Profile: Colonel Gaddafi's son Saif al-Islam

The eccentric Libyan leader's son, Saif al-Islam, has emerged as the key broker in Tripoli's detente with the West, report Alastair Jamieson and Colin Freeman.

Saif al-Islam
Saif al-Islam Credit: Photo: JONATHAN LODGE

Save perhaps for his fondness for pet tigers, Saif al-Islam could be said to enjoy much in common with Lord Mandelson, who he met at the Rothschild family estate in Corfu only days before the release of the Lockerbie bomber.

Yet as he escorted Abdelbaset Ali Mohmed al Megrahi back home to Libya on a private jet last week, the 37-year-old son of Colonel Gaddafi showed he also has his father's ability for mischief making.

In a TV broadcast recorded on the plane, he sparked a new row between Britain and Libya by claiming that the release of the Pan Am culprit had indeed been linked to lucrative business deals - despite Downing Street's insistence that it was purely a matter for the Scottish government.

"It is to be said for the first time, you were present on the table in all commercial, oil and gas agreements that we supervised in that period," he told Megrahi, as the pair sat together in the private jet's luxury lounge. "You were on the table in all British interests when it came to Libya, and I personally supervised this matter."

His comments, which were released late on Friday night, were recorded for Libya's Al Motawasset TV, a new channel launched by Saif al-Islam only a few days ago. Given his roving role at the centre of Libyan politics, it may not be the last political "exclusives" that he has to offer.

With every step that the North African state has taken to end its pariah status, he has played a central role - be it the talks to end Libya's secret nuclear programme, recent prisoner releases, or lucrative trade deals. His fluent English, and ability to act as the acceptable face of the Gaddafi family, has seen him cultivate a dazzling array of contacts, ranging from the Duke of York and Lord Mandelson through to American billionaires, yacht-owners and party hosts.

Born the second oldest of seven of Col Gaddafi's sons, the young Saif al-Islam experienced the international hostility to his father's regime at first hand, losing a four-year-old sister to a US missile attack on the family home in Tripoli in 1984. But in keeping with the unpredictable nature of his father's regime, he grew not into a fellow revolutionary firebrand, nor a spoilt Arab playboy, but as an earnest young man with an interest in progressive politics and the reform of his country.

Eight years after 1984 shooting of WPC Yvonne Fletcher outside the Libyan embassy in London, for which Libya has accepted responsibility, he began a part-time PhD in governance and international relations at the London School of Economics. Explaining his decision to buy a flat in London in 2002, he said his outcast father would not meet the cost of long stays at top hotels. "Living at Claridge's is not an option," he told an interviewer.

A designer and painter, he also has an architecture degree from Al-Fateh University in Tripoli as well as a Masters in business from Imadec University in Vienna. While his main residence remains Col Gaddafi's military compound in Tripoli, he also has a farm outside the city, where he keeps two pet tigers.

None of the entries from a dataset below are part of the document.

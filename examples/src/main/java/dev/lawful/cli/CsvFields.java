package dev.lawful.cli;

import ch.randelshofer.fastdoubleparser.JavaDoubleParser;
import java.nio.charset.StandardCharsets;

/**
 * Splits one line of a CSV file into its values, one at a time, and parses a value as a number, on the line's bytes
 * (no {@code String} per value): the splitter of {@link CsvSource}. Values are separated by the separator; white
 * space around a value is dropped (a tab too, unless it is the separator); a value may be quoted with {@code "},
 * {@code ""} standing for one quote, and ends on its line. A number is decimal ({@code 12}, {@code -0.5},
 * {@code .5}, {@code 1.}, {@code 6.02e23}) or, ignoring case, {@code NaN}, {@code Inf} or {@code Infinity} with an
 * optional sign; the decimal forms are checked here and parsed by FastDoubleParser, which gives the nearest double
 * as {@code Double.parseDouble} does.
 */
final class CsvFields {
    /** Longest piece of a bad value quoted in a message. */
    private static final int QUOTE_LIMIT = 40;

    private final byte[] b;
    private final int to;
    private final byte separator;
    private int pos;
    private boolean done;
    private int from;
    private int until;
    private String quoted;

    CsvFields(byte[] b, int from, int to, byte separator) {
        this.b = b;
        this.pos = from;
        this.to = to;
        this.separator = separator;
    }

    /**
     * Moves to the next value; false after the last.
     *
     * @throws DataException naming {@code file} and {@code line} when a quote is not closed or text follows it
     */
    boolean nextAt(String file, long line) {
        try {
            return next();
        } catch (DataException e) {
            throw DataException.at(file, "line " + line, null, e.getMessage());
        }
    }

    private boolean next() {
        if (done) {
            return false;
        }
        int j = pos;
        while (j < to && (b[j] == ' ' || b[j] == '\t' && separator != '\t')) {
            j++;
        }
        quoted = null;
        if (j < to && b[j] == '"') {
            return nextQuoted(j);
        }
        int e = j;
        while (e < to && b[e] != separator) {
            e++;
        }
        int t = e;
        while (t > j && (b[t - 1] == ' ' || b[t - 1] == '\t' && separator != '\t')) {
            t--;
        }
        from = j;
        until = t;
        done = e >= to;
        pos = e + 1;
        return true;
    }

    private boolean nextQuoted(int j) {
        java.io.ByteArrayOutputStream sb = new java.io.ByteArrayOutputStream();
        int k = j + 1;
        while (true) {
            if (k >= to) {
                throw new DataException("a value opens a quote that is not closed on this line");
            }
            if (b[k] == '"') {
                if (k + 1 < to && b[k + 1] == '"') {
                    sb.write('"');
                    k += 2;
                    continue;
                }
                k++;
                break;
            }
            sb.write(b[k++]);
        }
        while (k < to && (b[k] == ' ' || b[k] == '\t' && separator != '\t')) {
            k++;
        }
        if (k < to && b[k] != separator) {
            throw new DataException("a value has text after its closing quote; expected a separator or the end"
                    + " of the line");
        }
        quoted = sb.toString(StandardCharsets.UTF_8);
        done = k >= to;
        pos = k + 1;
        return true;
    }

    /** @return the current value as text */
    String text() {
        return quoted != null ? quoted : new String(b, from, until - from, StandardCharsets.UTF_8);
    }

    /** @return the current value as text, shortened for a message */
    String shown() {
        String s = text();
        return s.length() > QUOTE_LIMIT ? s.substring(0, QUOTE_LIMIT) + "..." : s;
    }

    /**
     * @return the current value as a number
     * @throws DataException (message without the place) when it is not one of the accepted forms
     */
    double number() {
        if (quoted != null) {
            byte[] q = quoted.getBytes(StandardCharsets.UTF_8);
            return parse(q, 0, q.length);
        }
        return parse(b, from, until);
    }

    private double parse(byte[] s, int i0, int n) {
        if (n == i0) {
            throw new DataException("the value is empty; expected a number");
        }
        int i = i0;
        boolean negative = s[i] == '-';
        if (s[i] == '+' || s[i] == '-') {
            i++;
        }
        int special = special(s, i, n);
        if (special != 0) {
            return special == 1 ? Double.NaN : negative ? Double.NEGATIVE_INFINITY : Double.POSITIVE_INFINITY;
        }
        if (!decimal(s, i, n)) {
            String text = new String(s, i0, n - i0, StandardCharsets.UTF_8);
            String shownText = text.length() > QUOTE_LIMIT ? text.substring(0, QUOTE_LIMIT) + "..." : text;
            throw new DataException("'" + shownText + "' is not a number"
                    + (text.matches("[+-]?[0-9]*,[0-9]+") ? " (a decimal comma? write numbers with a decimal"
                    + " point)" : ""));
        }
        return JavaDoubleParser.parseDouble(s, i0, n - i0);
    }

    /** @return 1 for NaN, 2 for Inf or Infinity (any case), 0 otherwise */
    private static int special(byte[] s, int i, int n) {
        int len = n - i;
        if (len != 3 && len != 8) {
            return 0;
        }
        String t = new String(s, i, len, StandardCharsets.ISO_8859_1).toLowerCase(java.util.Locale.ROOT);
        return t.equals("nan") ? 1 : t.equals("inf") || t.equals("infinity") ? 2 : 0;
    }

    /** @return whether s[i, n) is digits, an optional point and digits (one digit at least), an exponent */
    private static boolean decimal(byte[] s, int i, int n) {
        int digits = 0;
        while (i < n && s[i] >= '0' && s[i] <= '9') {
            i++;
            digits++;
        }
        if (i < n && s[i] == '.') {
            i++;
            while (i < n && s[i] >= '0' && s[i] <= '9') {
                i++;
                digits++;
            }
        }
        if (digits == 0) {
            return false;
        }
        if (i < n && (s[i] == 'e' || s[i] == 'E')) {
            i++;
            if (i < n && (s[i] == '+' || s[i] == '-')) {
                i++;
            }
            int exponent = 0;
            while (i < n && s[i] >= '0' && s[i] <= '9') {
                i++;
                exponent++;
            }
            if (exponent == 0) {
                return false;
            }
        }
        return i == n;
    }
}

In contrast to his father, when once acted as a bankroller for the IRA and numerous other terrorist groups, Saif al-Islam has channeled cash into humanitarian causes as chair of the wealthy Gaddafi International Charity and Development Foundation, which devotes itself to "development and humanitarian work in social , economic, cultural and human rights fields". Only last month, it signed an agreement with his alma mater, the LSE, t donate £1.5 million to the university over the next five years.

However, while he has long been tipped as the man to take over from his father, Saif al-Islam declared uin 2008 that he had no interest in "inheriting" his reign, claiming that he would withdraw from formal politics altogether.

"My role now is to build a civilized society that has free and genuine institutions, just ties and organizations, and unions," he declared. Despite his avowed intentions, however, critics say Libya's human rights record remains poor. As a Western diplomat in Tripoli told The Sunday Telegraph earlier this year: "There are still serious limits to freedom of speech and political activism here, and threats to the regime are dealt with severely."

Saif al Islam's last big brokering act was the release in 2007 of six Bulgarian nurses who spent eight years in a Libyan prison charged with infecting children with the HIV virus. The other partner in the deal was France's Nicolas Sarkozy, for whom it was an early diplomatic coup. The gloss was somewhat taken off, however, when Saif al-Islam subsequently revealed the handover was linked to the sale of anti-tank missiles and a radio communications system to Libya. Whatever his diplomatic talents, discretion is perhaps not one of them - as Gordon Brown may now well be feeling.